====== Record excerpts ======
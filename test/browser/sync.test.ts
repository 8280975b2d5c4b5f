// Two phones (two browser contexts of the system Chromium) sync through real WebDAV servers: Apache mod_dav
// and nginx, the page on another origin (CORS) and, for nginx, served by the folder's own server. Faults: the
// server stopped, answering errors, restarted mid-sync, a wrong password, no network, a server that never
// answers. The page is a small harness around the real store, sync and share code (fixtures/sync-page).
import { afterAll, beforeAll, describe, expect, it } from 'vitest';
import type { Browser, BrowserContext, Page } from 'playwright-core';
import { chmod, mkdtemp, readdir, rm } from 'node:fs/promises';
import { tmpdir } from 'node:os';
import { join } from 'node:path';
import { startStaticServer, type StaticServer } from '../../scripts/static-server.mjs';
import { exportLog } from '../../src/log/export';
import { readLogFile } from '../../src/log/export-parse';
import type { LogRecord, DropRecord } from '../../src/log/types';
import { deviceFileName, deviceIndexName } from '../../src/sync/sync-run';
import { folderLog as folderLogOf, partsOf } from '../sync/folder-log';
import type { SyncSettings } from '../../src/sync/settings';
import { apacheMissing, startApache } from '../servers/apache';
import { folderFiles, putFolderFile, readFolderFile, type DavServer } from '../servers/dav-server';
import { startFaultProxy, startSilentServer, type FaultProxy } from '../servers/fault-proxy';
import { nginxMissing, startNginx } from '../servers/nginx';
import { buildSyncPage } from './fixtures/sync-page/build';
import type { Harness } from './fixtures/sync-page/main';
import { collectErrors, haveChromium, launchBrowser, PHONE } from './harness';

type Method = { [K in keyof Harness]: Harness[K] extends (...args: never[]) => unknown ? K : never }[keyof Harness];
type Result<K extends Method> = Awaited<ReturnType<Harness[K]>>;

/** Calls window.harness[name](...args) in the page. */
function call<K extends Method>(page: Page, name: K, ...args: Parameters<Harness[K]>): Promise<Result<K>> {
  return page.evaluate(
    ({ name, args }) => (window as unknown as { harness: Record<string, (...a: unknown[]) => unknown> }).harness[name]!(...args),
    { name, args: args as unknown[] },
  ) as Promise<Result<K>>;
}

interface Phone {
  context: BrowserContext;
  page: Page;
  errors: string[];
  device: string;
}

let browser: Browser;
let pageDir: string;
let site: StaticServer;

beforeAll(async () => {
  if (!haveChromium) return;
  pageDir = await mkdtemp(join(tmpdir(), 'plummet-sync-page-'));
  await buildSyncPage(pageDir);
  // mkdtemp makes the folder 0700; nginx's workers (nobody) serve it in the same-origin test.
  await chmod(pageDir, 0o755);
  site = await startStaticServer({ root: pageDir });
  browser = await launchBrowser();
});
afterAll(async () => {
  await browser?.close();
  await site?.close();
  if (pageDir) await rm(pageDir, { recursive: true, force: true });
});

async function openPhone(origin: string, query = ''): Promise<Phone> {
  const context = await browser.newContext(PHONE);
  const page = await context.newPage();
  const errors = collectErrors(page);
  await page.goto(`${origin}/${query}`);
  await page.waitForFunction(() => (window as unknown as { harness?: unknown }).harness !== undefined);
  return { context, page, errors, device: await call(page, 'deviceId') };
}

function settings(folderUrl: string, server: DavServer, extra: Partial<SyncSettings> = {}): SyncSettings {
  return { folder_url: folderUrl, ...server.credentials, enabled: true, timeout_ms: 5000, ...extra };
}

/** The phone's log as its part index and parts in the folder hold it. */
const folderLog = (server: DavServer, device: string): Promise<LogRecord[]> => folderLogOf(server, device);

const ids = (records: LogRecord[]) => records.map((r) => r.id).sort();
const times = [1.578, 1.581, 1.576];

const kinds = [
  ['Apache mod_dav', apacheMissing(), startApache],
  ['nginx', nginxMissing(), startNginx],
] as const;
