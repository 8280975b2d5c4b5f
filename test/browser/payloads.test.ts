// Script payloads in every text field of a log, imported through the Send screen of the production build in
// Chromium, then every screen visited: no payload runs (the flag each would set stays unset, no dialog opens),
// the policy reports no violation (none was even attempted: the screens render text as text), each payload is
// shown as the literal text it is, and the JSON and CSV exports carry the text inert (CSV neutralised).
import { afterAll, beforeAll, describe, expect, it } from 'vitest';
import { readFile } from 'node:fs/promises';
import type { Browser, BrowserContext, Page } from 'playwright-core';
import { exportLog } from '../../src/log/export';
import type { LogRecord } from '../../src/log/types';
import { drop as demoDrop, reading as demoReading, series as demoSeries, site as demoSite, steelBall } from '../log/demo-bodies';
import { parseCsv, spreadsheetCells } from '../log/csv-reader';
import { idMaker, makeRecord, revise } from '../sync/sample-log';
import { PHONE, baseUrl, collectErrors, expectVisible, haveChromium, launchBrowser } from './harness';
import { collectLogErrors, violations, walkEveryScreen, watchViolations } from './csp-watch';

/**
 * Markup, script and formula payloads (the usual families of the OWASP XSS filter evasion and CSV injection
 * lists, from memory). Each one that could run sets window.__xss or opens a dialog.
 */
const PAYLOADS = [
  `<img src=x onerror="window.__xss='img onerror'">`,
  `"><script>window.__xss='script'</script>`,
  `'><svg onload="window.__xss='svg onload'"></svg>`,
  `javascript:window.__xss='javascript url'`,
  `<a href="javascript:alert('link')">open</a>`,
  `{{constructor.constructor('window.__xss="template"')()}}`,
  '${alert(`template literal`)}',
  `<iframe srcdoc="<script>parent.__xss='iframe'</script>"></iframe>`,
  `</textarea><script>alert('textarea')</script>`,
  `<style>*{display:none}</style><math><mtext><img src=x onerror=alert('math')>`,
  `<details open ontoggle="window.__xss='details'">`,
  `=HYPERLINK("http://example.invalid/?leak="&A1,"open")`,
  `x;=1+1`,
  `-2+3+cmd|' /C calc'!A0`,
  `@SUM(1+1)*cmd|' /C calc'!A0`,
  `+1+1`,
];
const ALL = PAYLOADS.join('\n');

/** A log with a payload in every text field: names, notes, crew, instrument, exclusion reasons, an edit's reason. */
function hostileLog(): { text: string; dayId: string } {
  const nextId = idMaker(13);
  const device = 'officeTest';
  let ms = Date.UTC(2026, 5, 14, 8, 0, 0);
  const tick = () => (ms += 1000);
  const records: LogRecord[] = [];
  const site = makeRecord('site', nextId(), { ...demoSite(), name: PAYLOADS[1]!, notes: ALL }, tick(), device);
  records.push(revise(site, { notes: `${ALL}\nedited` }, tick(), device, PAYLOADS[0]!));
  const day = makeRecord('day', nextId(), { site_id: site.id, date: '2026-06-14', crew: PAYLOADS, notes: ALL }, tick(), device);
  records.push(day);
  const reading = makeRecord('reading', nextId(), { ...demoReading(), day_id: day.id, instrument: PAYLOADS[2]!, notes: ALL }, tick(), device);
  records.push(reading);
  PAYLOADS.forEach((payload, i) => {
    const specimen = makeRecord('specimen', nextId(), { ...steelBall(), name: payload, notes: `${payload} (specimen ${i + 1})` }, tick(), device);
    const series = makeRecord('series', nextId(), { ...demoSeries(), day_id: day.id, specimen_id: specimen.id, notes: payload }, tick(), device);
    records.push(specimen, series);
    for (let seq = 1; seq <= 3; seq++) {
      const excluded = seq === 3;
      const body = { ...demoDrop(seq), series_id: series.id, time_s: 1.121 + seq / 1000, note: payload, excluded, exclusion_reason: excluded ? payload : null };
      body.raw = { kind: 'taps', timestamps_ms: [10_000, 10_000 + Math.round(body.time_s * 1000)] };
      records.push(makeRecord('drop', nextId(), body, tick(), device));
    }
  });
  return { text: exportLog(records, { device, app_version: '0.1.0' }), dayId: day.id };
}

/** Does this cell start a formula in a spreadsheet (after control characters it may drop)? Numbers are numbers. */
const formulaCell = (cell: string) => /^[\u0000-\u001f\u007f]*[=+\-@]/.test(cell) && !Number.isFinite(Number(cell));

describe.skipIf(!haveChromium)('script payloads in every text field of an imported log', () => {
  let browser: Browser;
  let context: BrowserContext;
  let page: Page;
  let errors: string[];
  let logErrors: string[];
  const dialogs: string[] = [];
  const log = hostileLog();
  beforeAll(async () => {
    browser = await launchBrowser();
    context = await browser.newContext(PHONE);
    page = await context.newPage();
    await watchViolations(page);
    errors = collectErrors(page);
    logErrors = await collectLogErrors(page);
    page.on('dialog', (d) => {
      dialogs.push(d.message());
      void d.dismiss();
    });
  });
  afterAll(async () => {
    await browser?.close();
  });

  const unharmed = async () => {
    expect(await page.evaluate(() => window.__xss)).toBeUndefined();
    expect(dialogs).toEqual([]);
    expect(await violations(page)).toEqual([]);
  };

  it('imports the log through the Send screen', async () => {
    await page.goto(`${baseUrl}/#/send`);
    const chooser = page.waitForEvent('filechooser');
    await page.getByRole('button', { name: 'Import a log file' }).click();
    await (await chooser).setFiles({ name: 'hostile.json', mimeType: 'application/json', buffer: Buffer.from(log.text) });
    await page.getByRole('button', { name: 'Merge into this log' }).click();
    await expectVisible(page.getByText(/^Imported: \d+ added/));
    await unharmed();
  });

  it('runs none of them on any screen, and shows each as the text it is', async () => {
    const { visited } = await walkEveryScreen(page);
    expect(visited).toContain(`#/day/${log.dayId}/summary`);
    expect(visited.filter((h) => h.includes('/series/'))).toHaveLength(PAYLOADS.length);
    // The specimen list names every specimen by its payload, as literal text.
    await page.evaluate(() => (location.hash = '#/specimens'));
    for (const payload of PAYLOADS) await expectVisible(page.getByText(payload, { exact: true }));
    // A search for a payload on the Log screen.
    await page.evaluate(() => (location.hash = '#/log'));
    await page.locator('#log-search').fill(PAYLOADS[1]!);
    await unharmed();
    expect(errors).toEqual([]);
    expect(logErrors).toEqual([]);
  });

  it('exports the log as JSON holding every payload as the same text', async () => {
    await page.evaluate(() => (location.hash = '#/send'));
    const download = page.waitForEvent('download');
    await page.getByRole('button', { name: 'Send as a log file (JSON)' }).click();
    const text = await readFile((await (await download).path())!, 'utf8');
    const file = JSON.parse(text) as { records: Array<Record<string, unknown>> };
    const texts = new Set(file.records.flatMap((r) => [r.name, r.notes, r.note, r.exclusion_reason, r.instrument, ...((r.crew as string[] | undefined) ?? [])]));
    for (const payload of PAYLOADS) expect(texts.has(payload), payload).toBe(true);
    await unharmed();
  });

  it('exports CSV tables in which no cell starts a formula, whatever separator the spreadsheet splits on', async () => {
    const downloads: Promise<string>[] = [];
    page.on('download', (d) => downloads.push(d.path().then((p) => readFile(p!, 'utf8'))));
    await page.getByRole('button', { name: 'Tables for a spreadsheet (CSV)' }).click();
    await expectVisible(page.getByText(/^Saved as a file on this phone \(two CSV files, one row per drop and one row per series/));
    await expect.poll(() => downloads.length, { timeout: 20_000 }).toBe(2);
    const [drops, series] = await Promise.all(downloads);
    for (const table of [drops!, series!]) {
      const rows = parseCsv(table.replace(/^\ufeff/, ''));
      expect(rows.length).toBeGreaterThan(1);
      expect(rows.flat().filter(formulaCell)).toEqual([]);
      for (const separator of [',', ';', '\t']) expect(spreadsheetCells(table, separator).filter(formulaCell), separator).toEqual([]);
    }
    // The payloads are there, neutralised: a formula start behind a single quote.
    const cells = new Set(parseCsv(drops!.replace(/^\ufeff/, '')).flat());
    expect(cells.has(`'=HYPERLINK("http://example.invalid/?leak="&A1,"open")`)).toBe(true);
    expect(cells.has(`x;'=1+1`)).toBe(true);
    expect(cells.has(PAYLOADS[0]!)).toBe(true);
    await unharmed();
  });
});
======
What you should do:
Please output exactly the lines between the one holding "page.on('download', (d) =>" and the one holding "expect(rows.flat().filter(formulaCell)).toEqual([]);" in the records above, inclusive, and nothing more.

Written response:
    page.on('download', (d) => downloads.push(d.path().then((p) => readFile(p!, 'utf8'))));
    await page.getByRole('button', { name: 'Tables for a spreadsheet (CSV)' }).click();
    await expectVisible(page.getByText(/^Saved as a file on this phone \(two CSV files, one row per drop and one row per series/));
    await expect.poll(() => downloads.length, { timeout: 20_000 }).toBe(2);
    const [drops, series] = await Promise.all(downloads);
    for (const table of [drops!, series!]) {
      const rows = parseCsv(table.replace(/^\ufeff/, ''));
      expect(rows.length).toBeGreaterThan(1);
      expect(rows.flat().filter(formulaCell)).toEqual([]);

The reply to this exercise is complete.